Collected data was then sold to several data analytics companies to build driver scores, and the Lone Star state alleges GM required those firms to license access to insurance companies for the purpose of calculating rates based on their compiled data.

 

Germany’s BSI guns for better tech security
Following the financial disaster of the Microsoft/CrowdStrike debacle, the BSI — Germany’s Federal Office for Information Security — is demanding that tech firms take swift steps to secure their products and prevent a repeat meltdown. The BSI is summoning Big Tech companies to a conference later this year and will be pushing for kernel access to be restricted or abandoned. That’s almost certainly going to mean Microsoft will need to cease allowing kernel access in Windows, just as Apple already did. Microsoft has claimed it can’t get follow suit because of a 2009 agreement with the European Commission.

 

Russian man who sold logins to nearly 3,000 accounts gets 40 months in jail
The Russian sold more than 297,300 credentials on Slilpp and listed more than 626,000 over the course of his five-year tenure on the site, which also included running themed discount events such as Cyber Monday sales.

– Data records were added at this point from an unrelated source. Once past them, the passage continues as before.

import { type RequestHandler, Router } from 'express'
import { z } from 'zod'
import { recipeIdSchema, setupIdSchema, shootIdSchema, studioIdSchema } from '#shared/ids.ts'
import {
  MOST_SHEET_FRAMES,
  SHEET_FRAME_MAX_BYTES,
  keepRecipeSchema,
  recipeSheetSchema,
  recipesSchema,
  renameRecipeSchema,
} from '#shared/api/recipes.ts'
import { AppError } from '#server/errors.ts'
import { endpoint } from '#server/http/endpoint.ts'
import { HTTP_LIMITS, limitPerMin } from '#server/http/limits.ts'
import { receiveFiles } from '#server/http/receive-files.ts'
import { ctxOf } from '#server/http/request-ctx.ts'
import { keepRecipe } from './keep-recipe.ts'
import { listRecipes } from './list-recipes.ts'
import { listShootRecipes } from './list-shoot-recipes.ts'
import { makeRecipeSheet } from './make-recipe-sheet.ts'
import { removeRecipe } from './remove-recipe.ts'
import { renameRecipe } from './rename-recipe.ts'
import { requireSetup } from './require-setup.ts'

const inStudio = z.object({ studioId: studioIdSchema })
const ofSetup = z.object({ shootId: shootIdSchema, setupId: setupIdSchema })
const ofRecipe = inStudio.extend({ recipeId: recipeIdSchema })

/** Before pictures are read into memory. */
const mayRead: RequestHandler = async (req, _res, next) => {
  const params = ofSetup.safeParse(req.params)
  if (!params.success) throw new AppError('NOT_FOUND', 'There is nothing at this address.')
  await requireSetup(ctxOf(req), params.data)
  next()
}

const sheetFiles = { field: 'frames', most: MOST_SHEET_FRAMES, bytesEach: SHEET_FRAME_MAX_BYTES, fieldBytes: 16 * 1024 }
/** The words of the sheet come as JSON in one field. */
const sheetBodySchema = z.object({
  sheet: z
    .string()
    .transform((text, context): unknown => {
      try {
        return JSON.parse(text)
      } catch {
        context.addIssue({ code: 'custom', message: 'this is not JSON' })
        return z.NEVER
      }
    })
    .pipe(recipeSheetSchema),
})

export function recipesRoutes(sheetsPerMin: number = HTTP_LIMITS.sheetsPerMin): Router {
  const router = Router()
  router.get(
    '/studios/:studioId/recipes',
    endpoint({
      params: inStudio,
      response: recipesSchema,
      handle: (ctx, { params }) => listRecipes(ctx, params.studioId),
    }),
  )
  router.post(
    '/studios/:studioId/recipes',
    endpoint({
      params: inStudio,
      body: keepRecipeSchema,
      response: recipesSchema,
      handle: (ctx, { params, body }) => keepRecipe(ctx, { ...params, content: body.recipe }),
    }),
  )
  router.patch(
    '/studios/:studioId/recipes/:recipeId',
    endpoint({
      params: ofRecipe,
      body: renameRecipeSchema,
      response: recipesSchema,
      handle: (ctx, { params, body }) => renameRecipe(ctx, { ...params, ...body }),
    }),
  )
  router.delete(
    '/studios/:studioId/recipes/:recipeId',
    endpoint({ params: ofRecipe, response: recipesSchema, handle: (ctx, { params }) => removeRecipe(ctx, params) }),
  )
  router.get(
    '/shoots/:shootId/recipes',
    endpoint({
      params: z.object({ shootId: shootIdSchema }),
      response: recipesSchema,
      handle: (ctx, { params }) => listShootRecipes(ctx, params.shootId),
    }),
  )
  router.post(
    '/shoots/:shootId/setups/:setupId/recipe-sheet',
    limitPerMin(sheetsPerMin, 'Too many sheets at once'),
    mayRead,
    receiveFiles(sheetFiles, (req) => ctxOf(req).actor?.userId ?? ''),
    endpoint({
      params: ofSetup,
      body: sheetBodySchema,
      handle: async (ctx, { params, body, req, res }) => {
        const files = Array.isArray(req.files) ? req.files : []
        const { pdf, fileName } = await makeRecipeSheet(ctx, {
          ...params,
          ...body.sheet,
          frames: files.map((file) => file.buffer),
        })
        res.attachment(fileName).type('application/pdf').send(pdf)
      },
    }),
  )
  return router
}
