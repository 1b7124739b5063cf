import { and, eq } from 'drizzle-orm'
import type { RecipeId, StudioId } from '#shared/ids.ts'
import type { Recipes } from '#shared/api/recipes.ts'
import { requireStudio } from '#server/access/require.ts'
import type { Ctx } from '#server/context.ts'
import { audit } from '#server/db/audit.ts'
import { withTransaction } from '#server/db/client.ts'
import { recipe } from '#server/db/schema/studios.ts'
import { announceRecipes, loadRecipes } from './recipe-rows.ts'

/** Takes a recipe out of the studio; setups made by it stay. One that is gone already is no error. @throws SIGNED_OUT, NOT_FOUND */
export async function removeRecipe(
  ctx: Ctx,
  { studioId, recipeId }: { studioId: StudioId; recipeId: RecipeId },
): Promise<Recipes> {
  const { actor } = await requireStudio(ctx, studioId, 'recipes.write')
  await withTransaction(ctx.db, async (tx) => {
    const gone = await tx
      .delete(recipe)
      .where(and(eq(recipe.studioId, studioId), eq(recipe.id, recipeId)))
      .returning({ id: recipe.id })
    if (gone.length === 0) return
    await audit(tx, { studioId, userId: actor.userId, what: 'recipe.removed', subject: recipeId, at: ctx.now() })
  })
  await announceRecipes(ctx, studioId)
  return { recipes: await loadRecipes(ctx.db, studioId) }
}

Feds said "related PII" was sold alongside the logins for "online payment accounts, bank accounts, and other accounts." The people who purchased those login credentials used those credentials to steal money from victim accounts.

 

 

 And Now For Something Completely Different …

August to kick off four straight months of supermoons. When to enjoy the spectacles
Aug. 19 kicking off four straight months of supermoons — the brightest and largest full moons of the years. Two or three supermoons in a year is pretty normal, but four in a row is unusual. Supermoons are full moons that coincide with the moon's closest approach to Earth in its orbit — a point known as the perigee — making the moon appear about 14% larger and 30% brighter than the faintest moon of the year.